Currently it seems to be fairly simple, you can select text on a web page (limited length) and select a prompt to send to your AI provider.
Basically what it does is to send a http request to /?q=<prompt>.
Different providers can be selected, localhost is not shown by default.
So a few changes needs to be done to get that to work.
Firefox AI sidebar can be customized by editing settings in about:config.
Enter it in the url field and then search for browser.ml.chat to find the settings.
To use a local server (llama.cpp server works great) a few settings can be changed as below:
Set hideLocalhost to false to give the option to choose localhost when selecting a provider.
browser.ml.chat.hideLocalhost = false
Set the provider to your local server, default is 8080 but can be changed.

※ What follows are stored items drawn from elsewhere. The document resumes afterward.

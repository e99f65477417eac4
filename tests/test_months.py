"""The fused monthly pass over composites, and the size of each month's graph in long runs."""

from __future__ import annotations

import dask
import dask.array
import numpy as np
import pytest
import xarray as xr
from dask.callbacks import Callback

from euphotic import aggregate
from euphotic.config import load_config
from euphotic.pipeline import run

from ._grids import monthly_case


def _periods(starts, ends, lat, lon, rng, lo, hi, gaps, chunk):
    """Values for the periods [start, end) as a dask-backed (time, lat, lon) input."""
    shape = (len(starts), len(lat), len(lon))
    v = rng.uniform(lo, hi, shape)
    v[rng.random(shape) < gaps] = np.nan
    return xr.DataArray(
        dask.array.from_array(v, chunks=(chunk, 4, 5)), dims=("time", "lat", "lon"),
        coords={"lat": lat, "lon": lon,
                "period_start": ("time", np.asarray(starts, "datetime64[D]").astype("datetime64[ns]")),
                "period_end": ("time", np.asarray(ends, "datetime64[D]").astype("datetime64[ns]"))},
    )


@pytest.mark.parametrize("month", ["2024-02", "2024-03"])
def test_fused_pass_over_composites_matches_day_by_day_reference(month):
    """Composites standing for many days (monthly SST, 8-day PAR straddling the month ends,
    daily chlorophyll with gaps and a missing week, several periods per dask chunk): the fused
    pass, which takes each period once with a day -> period index, gives the maps of the
    reference path (each model's numpy formula applied to each day's values through xarray,
    then xarray's mean; float64 sums in another order: rtol 1e-12) for several models."""
    rng = np.random.default_rng(5)
    lat, lon = np.linspace(-70, 70, 9), np.linspace(0, 40, 11)
    d0 = np.datetime64("2024-01-20")
    eight = d0 + 8 * np.arange(10)
    par = _periods(eight, eight + 8, lat, lon, rng, 1.0, 60.0, 0.05, 3)
    mstart = np.arange(np.datetime64("2024-01"), np.datetime64("2024-05")).astype("datetime64[D]")
    mend = (np.arange(np.datetime64("2024-01"), np.datetime64("2024-05")) + 1).astype("datetime64[D]")
    sst = _periods(mstart, mend, lat, lon, rng, -2.0, 30.0, 0.05, 2)
    days = np.arange(np.datetime64("2024-01-25"), np.datetime64("2024-04-10"))
    days = days[(days < np.datetime64("2024-02-10")) | (days >= np.datetime64("2024-02-17"))]
    chl = _periods(days, days + 1, lat, lon, rng, 0.05, 5.0, 0.3, 5)
    ocean = xr.DataArray(rng.random((9, 11)) > 0.2, dims=("lat", "lon"),
                         coords={"lat": lat, "lon": lon})
    runs = [("vgpm", {}), ("eppley_vgpm", {})]
    inputs = {"chl": chl, "par": par, "sst": sst}
    m = np.datetime64(month)
    fused = aggregate.monthly_npp_models(runs, m, inputs=inputs, ocean=ocean, fused=True)
    plain = aggregate.monthly_npp_models(runs, m, inputs=inputs, ocean=ocean, fused=False)
    graph = dict(fused[0].npp.data.__dask_graph__())
    assert not [k for k in graph if "take" in str(k[0])]  # no day-by-day copy of the periods
    with dask.config.set(scheduler="threads"):
        for f, p in zip(fused, plain, strict=True):
            a, b = dask.compute(f.npp, p.npp)
            assert np.isfinite(a.values).sum() > 20
            np.testing.assert_allclose(a.values, b.values, rtol=1e-12)
            np.testing.assert_array_equal(f.coverage.values, p.coverage.values)


class _Tasks(Callback):
    """Number of tasks given to the scheduler by each compute."""

    def __init__(self):
        super().__init__()
        self.counts: list[int] = []

    def _start(self, dsk):
        self.counts.append(len(dsk))


def _tasks_per_compute(tmp_path, n_months: int) -> list[int]:
    cfg = load_config(monthly_case(tmp_path, n_months, res=1.0, models=("vgpm", "eppley_vgpm"),
                                   regions=(("Box", [-30.0, 40.0, -25.0, 45.0]),
                                            ("Other", [-26.0, 44.0, -20.0, 50.0]))))
    with _Tasks() as seen:
        run(cfg, progress=False, steps=False)
    return seen.counts


def test_tasks_per_month_do_not_grow_with_the_run(tmp_path):
    """One graph per month (the default): a month of a 4-year stack of monthly files is given
    to the scheduler as the same number of tasks as a month of a 2-year stack (the graph refers
    only to the month's own files; counted with a dask scheduler callback)."""
    two = _tasks_per_compute(tmp_path / "two", 24)
    four = _tasks_per_compute(tmp_path / "four", 48)
    # the first month's graph also finds the ocean (valid temperature in any file, taken from
    # the whole stack once); then the months; then the steps after them (ensemble: not counted)
    assert set(two[1:24]) == set(four[1:48]) and len(set(two[1:24])) == 1
    assert two[0] < four[0]  # the first month's graph reads every temperature file once
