def _identical_files(paths: Sequence[str]) -> bool:
    """True when the (distinct) files hold exactly the same bytes."""
    if len(set(paths)) != len(paths):
        return False  # time steps of one file: the same bytes say nothing about the values
    import os

    if len({os.path.getsize(p) for p in paths}) != 1:
        return False
    digests = set()
    for p in paths:
        h = hashlib.sha256()
        with open(p, "rb") as fh:
            for block in iter(lambda fh=fh: fh.read(1 << 20), b""):
                h.update(block)
        digests.add(h.hexdigest())
    return len(digests) == 1


def resolve_duplicates(
    starts, ends, files: Sequence[str], *, role: str, rule: DuplicateRule = "error"
) -> np.ndarray:
    """Positions along the time axis to keep, one per period.

    Byte-identical files with the same period are the same data: the first is kept and a
    warning says so. Otherwise ``rule`` decides: ``"error"`` raises, ``"first"`` / ``"last"``
    keep the time step whose file path sorts first / last (time-axis order among steps of one
    file), with one warning per period naming the file used.

    Raises
    ------
    DuplicatePeriodError
        With ``rule="error"``: naming the role, the (first) repeated period and every file.
    """
    dups = find_duplicates(starts, ends, files)
    keep = np.ones(len(files), bool)
    unresolved = []
    for d in dups:
        if _identical_files(d.files):
            keep[list(d.indices[1:])] = False
            log.warning("%s %s: %d identical files for one period; used %s", role,
                        _span(d.start, d.end), len(d.files), d.files[0])
            continue
        if rule == "error":
            unresolved.append(d)
            continue
        ranked = sorted(range(len(d.indices)), key=lambda k: (d.files[k], k))
        chosen = ranked[0] if rule == "first" else ranked[-1]
        for k, i in enumerate(d.indices):
            keep[i] = k == chosen
        others = ", ".join(f for k, f in enumerate(d.files) if k != chosen)
        log.warning('%s %s: %d files for one period; used %s (duplicates = "%s"), ignored %s',
                    role, _span(d.start, d.end), len(d.files), d.files[chosen], rule, others)
    if unresolved:
        d = unresolved[0]
        more = f" (and {len(unresolved) - 1} more repeated periods)" if len(unresolved) > 1 else ""
        raise DuplicatePeriodError(
            d.files[0],
            f"{role} period {_span(d.start, d.end)} is given {len(d.files)} times, by "
            f"{', '.join(d.files)}{more}; keep one file per period or set duplicates = "
            f'"first" or "last" in [inputs.{role}]',
        )
    return np.flatnonzero(keep)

browser.ml.chat.provider = http://localhost:8080
The buttons in the right click menu can be edited with the format below for custom prompts:
browser.ml.chat.prompts.4 = {
"id": "custom",
"label": "Custom Action",
"value":"custom prompt"
}
Translate with local model
{"id":"custom-translate","label":"Translate","value":"Please translate the selection using precise and concise language. Maintain the meaning and factual accuracy. Do not include the text before the `<selection>` tag in the translation or your response. Only respond with the translation and nothing else. Use markdown syntax where it seems suitable but do not add bullet lists unless the selected text explicity contains them."}
Short TLDR, not as stable as the original summarize but shorter
{"id":"tldr","label":"TLDR","value":"Please summarize the selection using precise and concise language, keep it short like a TLDR. Use headers and bulleted lists in the summary, to make it scannable. Maintain the meaning and factual accuracy."}
A few minor changes is nice to do to the web ui in llama.cpp/examples/server/webui
Since the changes are so small and the project is moving so fast I’ve just listen the little hacks below:
So first clone the repo from https://github.com/ggml-org/llama.cpp
examples/server/webui/src/Config.ts
- export const BASE_URL = new URL('.', document.baseURI).href
+ export const BASE_URL = new URL('.', "http://localhost:8055").href
examples/server/webui/src/components/ChatScreen.tsx
- {[...messages, ...pendingMsgDisplay].map((msg) => (
+ {[...(messages.slice(1)), ...pendingMsgDisplay].map((msg) => (
examples/server/webui/src/components/Sidebar.tsx
- defaultChecked
+ // defaultChecked
examples/server/webui/vite.config.ts
server: {
+ port: 8059,
To run in dev mode:
cd examples/server/webui
npm install
npm run dev
Install (on mac with homebrew, see official instructions for other methods)
brew install llama.cpp
Running the server with a small model
llama-server -hf Qwen/Qwen2.5-1.5B-Instruct-GGUF
Once the model is downloaded, you can run llama.cpp with the following command to avoid connecting to huggingface.co, this also listen to all interfaces and port 8052
llama-server \
-m $HOME/Library/Caches/llama.cpp/Qwen_Qwen2.5-1.5B-Instruct-GGUF_qwen2.5-1.5b-instruct-q4_k_m.gguf \
--host 0.0.0.0 --port 8052